• [WHAT TO WORK ON] Where a line holds the word "unchanged", copy it from the records.

(Data extracted from a collection)
........

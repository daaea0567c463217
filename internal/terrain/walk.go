package terrain

import (
	"context"
	"math"

	"ridgehop/profile"
)

// walk lays a layer's strip along a path: level by level, each mosaic cell by
// cell, and where one has no height the next.
type walk struct {
	ctx     context.Context
	levels  []level
	out     *strip
	sources *sources
	joined  *chunk // the chunk of the last stretch, if it lay within one
}

// level is one mosaic under the path.
type level struct {
	crossing
	cur cursor
}

// span is a stretch of the path.
type span struct{ from, to float64 }

// gap fills a stretch that the levels above l leave void.
func (w *walk) gap(l int, from, to float64) error {
	if !(to > from) {
		return nil
	}
	if l+1 < len(w.levels) {
		return w.run(l+1, from, to)
	}
	w.out.void(from, to)
	return nil
}

// run lays one level over a stretch. Where no raster of it lies nothing is
// walked: the cells of a town's fine model are not counted over a whole county.
func (w *walk) run(l int, from, to float64) error {
	at := from
	for _, s := range w.levels[l].spans {
		begin, end := max(s.from, at), min(s.to, to)
		if !(end > begin) {
			continue
		}
		if err := w.gap(l, at, begin); err != nil {
			return err
		}
		if err := w.cells(l, begin, end); err != nil {
			return err
		}
		at = end
	}
	return w.gap(l, at, to)
}

// leastStepM is the shortest stretch of a cell that counts: where a path cuts
// a corner it would have one of nothing.
const leastStepM = 1e-6

// cells lays one level over a stretch that lies over its rasters.
func (w *walk) cells(l int, from, to float64) error {
	if err := w.ctx.Err(); err != nil {
		return err
	}
	level := &w.levels[l]
	voidFrom := math.NaN()
	for _, part := range level.legs {
		t0 := max(part.from, (from-part.piece.from)*part.perM)
		t1 := min(part.to, (to-part.piece.from)*part.perM)
		if !(t1 > t0) {
			continue
		}
		var err error
		if voidFrom, err = w.leg(l, part.piece, t0, t1, voidFrom); err != nil {
			return err
		}
	}
	if voidFrom == voidFrom {
		return w.gap(l, voidFrom, to)
	}
	return nil
}

// leg walks from t0 to t1 of a piece. voidFrom is where the void began that
// reaches to t0, NaN if there is none; what is returned is the same for t1.
func (w *walk) leg(l int, p *piece, t0, t1, voidFrom float64) (float64, error) {
	var columns, rows lines
	columns.start(p.x, t0, t1)
	rows.start(p.y, t0, t1)
	level, length := &w.levels[l], p.to-p.from
	c, t := stretch{a: p.from + t0*length}, t0
	c.ua, c.va = p.at(c.a)
	for t < t1 {
		crossColumn, crossRow := columns.t <= rows.t, rows.t <= columns.t
		t = min(columns.t, rows.t, t1)
		b := p.from + t*length
		if t == t1 {
			b = min(p.to, p.from+t1*length)
		}
		if crossColumn && t < t1 {
			columns.pass()
		}
		if crossRow && t < t1 {
			rows.pass()
		}
		if b-c.a < leastStepM && t < t1 {
			continue
		}
		c.b = b
		c.ub, c.vb = p.at(b)
		if voidFrom == voidFrom || !w.cellAtHand(&level.cur, &c) {
			var err error
			if voidFrom, err = w.cell(l, &c, p, voidFrom); err != nil {
				return voidFrom, err
			}
		}
		c.a, c.ua, c.va = c.b, c.ub, c.vb
	}
	return voidFrom, nil
}

// stretch is a part of the path within one cell, and where it enters and
// leaves in the mosaic's columns and rows.
type stretch struct{ a, b, ua, va, ub, vb float64 }

// cellAtHand lays the stretch within one cell where all of its corners are known
// and lie in the chunk at hand, as those of the cell before did: all but a few. It
// is cell, short of everything else. The edge that both cells share has one
// height, so that only that of the far end is worked out.
func (w *walk) cellAtHand(cur *cursor, c *stretch) bool {
	i, j := math.Floor((c.ua+c.ub)*0.5), math.Floor((c.va+c.vb)*0.5)
	a, b, n := int(i)-cur.i0, int(j)-cur.j0, len(w.out.nodes)
	if a < 0 || b < 0 || a+1 >= cur.columns || b+1 >= cur.rows || w.joined != cur.chunk || n == 0 {
		return false
	}
	at := b*cur.columns + a
	upper, lower := cur.heights[at:at+2:at+2], cur.heights[at+cur.columns:at+cur.columns+2]
	north, south := float64(upper[0]), float64(lower[0])
	east := float64(upper[1]) - north
	twist := float64(lower[1]) - south - east
	last := &w.out.nodes[n-1]
	if twist != twist || last.at != c.a { // a corner is void
		return false
	}
	perM := 1 / (c.b - c.a)
	last.bend = -twist * ((c.ub - c.ua) * perM) * ((c.vb - c.va) * perM)
	x, y := c.ub-i, c.vb-j
	w.out.nodes = append(w.out.nodes, stripNode{at: c.b, height: north + x*east + y*(south-north+x*twist), source: last.source})
	return true
}

// cell lays the stretch within one cell.
func (w *walk) cell(l int, c *stretch, p *piece, voidFrom float64) (float64, error) {
	level := &w.levels[l]
	i, j := math.Floor((c.ua+c.ub)/2), math.Floor((c.va+c.vb)/2)
	h, tile, ok := level.cur.cell(int(i), int(j))
	if !ok {
		var corners int
		var err error
		h, tile, corners, err = level.cur.distantCell(int(i), int(j))
		switch {
		case err != nil:
			return voidFrom, err
		case corners == 0 && voidFrom == voidFrom:
			return voidFrom, nil
		case corners == 0:
			return c.a, nil
		case corners < len(h):
			return w.irregular(l, c, p, voidFrom)
		}
	}
	if voidFrom == voidFrom {
		if err := w.gap(l, voidFrom, c.a); err != nil {
			return voidFrom, err
		}
	}
	from, to, bend := across(h, c.ua-i, c.va-j, c.ub-i, c.vb-j)
	w.out.known(c.a, from, c.b, to, bend/((c.b-c.a)*(c.b-c.a)), w.sources.of(level.mosaic, tile))
	w.joined = nil
	if ok && w.out.nodes[len(w.out.nodes)-1].at == c.b {
		w.joined = level.cur.chunk
	}
	return math.NaN(), nil
}

// across is the bilinear surface of a cell along a straight line from (xa, ya)
// to (xb, yb), counted from the upper left corner: the heights at its ends and,
// t being the share of the line, what t (1 - t) is to be multiplied with to make
// up what the straight line between the two lacks. The surface is
//
//	h0 + x east + y south + x y twist
//
// and along a straight line x y is a square of t.
func across(h [4]float64, xa, ya, xb, yb float64) (from, to, bend float64) {
	east, south := h[1]-h[0], h[2]-h[0]
	twist := h[0] - h[1] - h[2] + h[3]
	from = h[0] + xa*east + ya*(south+xa*twist)
	to = h[0] + xb*east + yb*(south+xb*twist)
	return from, to, -twist * (xb - xa) * (yb - ya)
}

// partsOfCell is in how many parts a cell at the edge of the rasters, or beside
// a void, is looked at.
const partsOfCell = 16

// irregular lays a stretch within a cell that lacks a corner: in the half pixel
// outside the outermost centres, and beside voids.
func (w *walk) irregular(l int, c *stretch, p *piece, voidFrom float64) (float64, error) {
	level := &w.levels[l]
	a := c.a
	// On the outer edge itself the pixel that a place lies in may be the one
	// beyond it: both ends are looked at a little inwards.
	inward := (c.b - c.a) * 1e-7
	u, v := p.at(c.a + inward)
	ha, _, err := level.cur.height(u, v)
	if err != nil {
		return voidFrom, err
	}
	for k := 1; k <= partsOfCell; k++ {
		b := c.a + (c.b-c.a)*float64(k)/partsOfCell
		u, v := p.at(min(b, c.b-inward))
		hb, tile, err := level.cur.height(u, v)
		if err != nil {
			return voidFrom, err
		}
		switch known := ha == ha && hb == hb; {
		case known && voidFrom == voidFrom:
			if err := w.gap(l, voidFrom, a); err != nil {
				return voidFrom, err
			}
			voidFrom = math.NaN()
			fallthrough
		case known:
			w.out.known(a, ha, b, hb, 0, w.sources.of(level.mosaic, tile))
			w.joined = nil
		case voidFrom != voidFrom:
			voidFrom = a
		}
		a, ha = b, hb
	}
	return voidFrom, nil
}

// sources collects the rasters that give heights to a profile.
type sources struct {
	into     *profile.Profile
	entries  []*entry
	last     *mosaic
	lastTile int32
	lastAt   int16
}

// of is the place in the profile's list of the raster behind a mosaic's tile.
func (s *sources) of(m *mosaic, tile int32) int16 {
	if s.last == m && s.lastTile == tile {
		return s.lastAt
	}
	s.last, s.lastTile, s.lastAt = m, tile, s.entry(m.tiles[tile].entry)
	return s.lastAt
}

func (s *sources) entry(e *entry) int16 {
	for i, known := range s.entries {
		if known == e {
			return int16(i)
		}
	}
	s.entries = append(s.entries, e)
	return int16(len(s.entries) - 1)
}
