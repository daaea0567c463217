package terrain

import (
	"crypto/sha256"
	"encoding/hex"
	"errors"
	"fmt"
	"io"
	"os"
	"path"
	"slices"
	"strings"
	"sync"

	"ridgehop/internal/raster"
	"ridgehop/profile"
)

// entry is one file found in the folders, and where it lies.
type entry struct {
	profile.Raster
	info  raster.Info
	path  string
	bytes int64

	mu    sync.Mutex // guards known
	known string     // the version, once it is known
}

func newEntry(path, name string) *entry {
	return &entry{Raster: profile.Raster{Name: name, Kind: kindOf(name)}, path: path}
}

// version is contentVersion, computed once. A failure is tried again the next
// time.
func (e *entry) version() (string, error) {
	e.mu.Lock()
	defer e.mu.Unlock()
	if e.known != "" {
		return e.known, nil
	}
	version, err := e.contentVersion()
	if err == nil {
		e.known = version
	}
	return version, err
}

// describe copies what the raster declares to where callers see it.
func (e *entry) describe(info raster.Info) {
	e.info = info
	e.Width, e.Height = info.Width, info.Height
	e.CRS, e.EPSG = info.CRS.Name, info.CRS.EPSG
	e.Format, e.DataType = info.Driver, info.DataType
	e.NoData, e.HasNoData = info.NoData, info.HasNoData
	e.PixelIsPoint = info.PixelIsPoint
}

// unchanged is an error once the file is no longer the one that was loaded: its
// pixels may have moved, and its version no longer names them.
func (e *entry) unchanged() error {
	stat, err := os.Stat(e.path)
	if err != nil {
		return errors.New("the file is gone")
	}
	if stat.Size() != e.bytes || !stat.ModTime().Equal(e.Modified) {
		return errors.New("the file has changed since it was loaded: restart to use it as it is now")
	}
	return nil
}

// versionDigits is how much of the content's SHA-256 names a version: 64 bits,
// far more than telling two versions of one raster apart needs.
const versionDigits = 16

// contentVersion names the content of the file that was loaded, and of the one
// beside it that says where its pixels lie, if there is one: the same bytes
// have the same version on every machine, and no edit goes unnoticed.
func (e *entry) contentVersion() (string, error) {
	h := sha256.New()
	for _, path := range []string{e.path, raster.Beside(e.path)} {
		if path == "" {
			continue
		}
		if err := copyFile(h, path); err != nil {
			return "", fmt.Errorf("its version: %w", err)
		}
	}
	if err := e.unchanged(); err != nil {
		return "", err
	}
	return hex.EncodeToString(h.Sum(nil))[:versionDigits], nil
}

// copyFile copies a file's content. Its errors do not say where the file lies.
func copyFile(to io.Writer, path string) error {
	f, err := os.Open(path)
	if err == nil {
		defer f.Close()
		_, err = io.Copy(to, f)
	}
	if where, ok := errors.AsType[*os.PathError](err); ok {
		return where.Err
	}
	return err
}

// kindOf reads the kind from the file's name, or else from the folders that it
// lies in, where producers write it by custom: "dtm" for bare earth, "dsm" for
// surfaces. "dem" and anything else say nothing about it, nor do both words at
// once. Common practice, no source.
func kindOf(name string) profile.Kind {
	folders, file := path.Split(name)
	if kind := kindIn(file); kind != profile.KindUnstated {
		return kind
	}
	return kindIn(folders)
}

func kindIn(text string) profile.Kind {
	words := strings.FieldsFunc(strings.ToLower(text), func(r rune) bool { return !(r >= 'a' && r <= 'z') })
	ground, surface := slices.Contains(words, "dtm"), slices.Contains(words, "dsm")
	switch {
	case ground && !surface:
		return profile.KindGround
	case surface && !ground:
		return profile.KindSurface
	}
	return profile.KindUnstated
}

........

• [SOLUTION FOR THIS TASK]
// unchanged is an error once the file is no longer the one that was loaded: its
func (e *entry) unchanged() error {
	if err := e.unchanged(); err != nil {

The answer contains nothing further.